→ **WHAT IS EXPECTED**:
In the records below, begin at the line that has "let mut layer" and stop after the line that has "layer.read(tables.hansen, Layer::hansen);"; quote those lines verbatim and nothing more.

Stored data entries:
----------------
/// Adds a layer to the substances. Given an index of the structures so far, it
/// checks new structures against it and gives it back with them added.
pub(super) fn load(
    all: &mut Substances,
    tables: &Tables<'_>,
    structures: Option<StructureIndex>,
) -> Result<Option<StructureIndex>, DataError> {
    let mut layer = Layer {
        all,
        faults: Vec::new(),
        reader: Reader::new(),
        molecule: Molecule::default(),
        of_user: structures.is_some(),
        stated: Vec::new(),
        canonicalizer: Canonicalizer::new(),
        keys: Keys::default(),
        structures,
        listed: FxHashSet::default(),
        fresh: FxHashMap::default(),
    };
    layer.read(tables.substances, Layer::substances);
    layer.read(tables.measured, Layer::measured);
    layer.read(tables.hansen, Layer::hansen);
    layer.read(tables.vapor_pressure, Layer::vapor_pressure);
    layer.read(tables.density, Layer::density);
    layer.read(tables.hansen_spheres, Layer::hansen_spheres);
    layer.read(tables.supply, Layer::supply);
    layer.read(tables.conflicts, Layer::conflicts);
    layer.agree();
    let mut faults = layer.faults;
    if faults.is_empty() {
        return Ok(layer.structures);
    }
    // some are found at the end, but a reader mends file by file
    let files = tables.texts();
    faults.sort_by_key(|fault| {
        let (file, line) = fault.place();
        (files.iter().position(|text| text.file == file), line)
    });
    Err(DataError::Tables { faults })
}

/// The sources that the head of a table names: `key: reference`.
pub(super) struct Sources<'a>(FxHashMap<&'a str, Arc<str>>);

impl<'a> Sources<'a> {
    pub(super) fn of(table: &'a Table) -> Self {
        Self(
            table
                .facts("source")
                .filter_map(|fact| fact.split_once(": "))
                .map(|(key, reference)| (key, Arc::from(reference)))
                .collect(),
        )
    }

    /// The reference a cell stands for; a text that is no key stands for itself.
    pub(super) fn get(&self, row: Row<'_>, column: Column) -> Result<Arc<str>, TableError> {
        let text = row.required_text(column)?;
        Ok(self.0.get(text).map_or_else(|| Arc::from(text), Arc::clone))
    }
}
----------------
→ **RESULT BELOW**:
    let mut layer = Layer {
        all,
        faults: Vec::new(),
        reader: Reader::new(),
        molecule: Molecule::default(),
        of_user: structures.is_some(),
        stated: Vec::new(),
        canonicalizer: Canonicalizer::new(),
        keys: Keys::default(),
        structures,
        listed: FxHashSet::default(),
        fresh: FxHashMap::default(),
    };
    layer.read(tables.substances, Layer::substances);
    layer.read(tables.measured, Layer::measured);
    layer.read(tables.hansen, Layer::hansen);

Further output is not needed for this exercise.